9. How the Ground Truth for the Training Set Was Established

  • As mentioned above, a "training set" for a machine learning model is not explicitly discussed. The system's underlying capabilities (e.g., how it interprets redox changes and turbidity to determine growth/MIC) would have been developed based on extensive microbiology research and correlation with reference methods over time. The "ground truth" for developing the system's internal algorithms would have relied on data from reference methods (like microbroth dilution) and known biological responses of microorganisms to antimicrobials.
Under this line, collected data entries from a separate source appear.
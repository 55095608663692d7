"""Run every benchmark and print one line per figure: name, value, unit, baseline, ratio, target.

Each ``bench/bench_*.py`` module exposes ``run(quick: bool) -> list[dict]`` returning rows with
keys ``name, value, unit, baseline, ratio, target`` and optionally ``ok`` (the verdict against
the target: PASS / MISS) and ``spread`` (min/median/max of the runs behind the value);
baselines are measured in the same run, interleaved with the figure. The last lines list
every target with its verdict. Benchmarks never decide whether the test suite passes.

Usage: ``python bench/run.py [--quick] [--only NAME]``
"""

from __future__ import annotations

import argparse
import importlib.util
import os
import sys
import time
import traceback
from pathlib import Path

HERE = Path(__file__).resolve().parent


def _fmt(v: object) -> str:
    if v is None:
        return "-"
    if isinstance(v, float):
        return f"{v:.4g}"
    return str(v)


def main(argv: list[str] | None = None) -> int:
    ap = argparse.ArgumentParser(description=__doc__.splitlines()[0])
    ap.add_argument("--quick", action="store_true", help="small sizes; ends within a minute")
    ap.add_argument("--only", metavar="NAME", help="run only bench_NAME.py")
    args = ap.parse_args(argv)
    os.environ.setdefault("QT_QPA_PLATFORM", "offscreen")
    sys.path.insert(0, str(HERE.parent))
    files = sorted(HERE.glob("bench_*.py"))
    if args.only:
        files = [f for f in files if f.stem == f"bench_{args.only}"]
    print(f"{'figure':<56} {'value':>10} {'unit':<6} {'baseline':>10} {'ratio':>8}  "
          f"{'target':<10} {'verdict':<7} min/median/max")
    failed = 0
    verdicts: list[tuple[str, str, str, str]] = []
    for f in files:
        spec = importlib.util.spec_from_file_location(f.stem, f)
        mod = importlib.util.module_from_spec(spec)
        t0 = time.perf_counter()
        try:
            spec.loader.exec_module(mod)
            rows = mod.run(quick=args.quick)
        except Exception:  # noqa: BLE001 - one broken benchmark must not hide the others
            failed += 1
            print(f"{f.stem}: FAILED\n{traceback.format_exc()}", file=sys.stderr)
            continue
        for r in rows:
            ok = r.get("ok")
            verdict = "" if ok is None else ("PASS" if ok else "MISS")
            print(f"{r['name']:<56} {_fmt(r.get('value')):>10} {r.get('unit', ''):<6} "
                  f"{_fmt(r.get('baseline')):>10} {_fmt(r.get('ratio')):>8}  "
                  f"{_fmt(r.get('target')):<10} {verdict:<7} {r.get('spread', '')}")
            if ok is not None:
                shown = r.get("ratio") if r.get("ratio") is not None else r.get("value")
                verdicts.append((r["name"], _fmt(shown), _fmt(r.get("target")), verdict))
        print(f"  ({f.stem} took {time.perf_counter() - t0:.1f} s)")
    if verdicts:
        print("\ntargets (value is the ratio where there is one):")
        for name, shown, target, verdict in verdicts:
            print(f"  {verdict:<5} {name:<56} {shown:>10}  target {target}")
        misses = sum(v[3] == "MISS" for v in verdicts)
        print(f"  {len(verdicts) - misses} of {len(verdicts)} targets met")
    return 1 if failed else 0


if __name__ == "__main__":
    sys.exit(main())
§ 866.1645 Fully automated short-term incubation cycle antimicrobial susceptibility system.

(a)
Identification. A fully automated short-term incubation cycle antimicrobial susceptibility system is a device that incorporates concentrations of antimicrobial agents into a system for the purpose of determining in vitro susceptibility of bacterial pathogens isolated from clinical specimens. Test results obtained from short-term (less than 16 hours) incubation are used to determine the antimicrobial agent of choice to treat bacterial diseases.(b)
Classification. Class II (special controls). The special control for this device is FDA's guidance document entitled “Class II Special Controls Guidance Document: Antimicrobial Susceptibility Test (AST) Systems; Guidance for Industry and FDA.”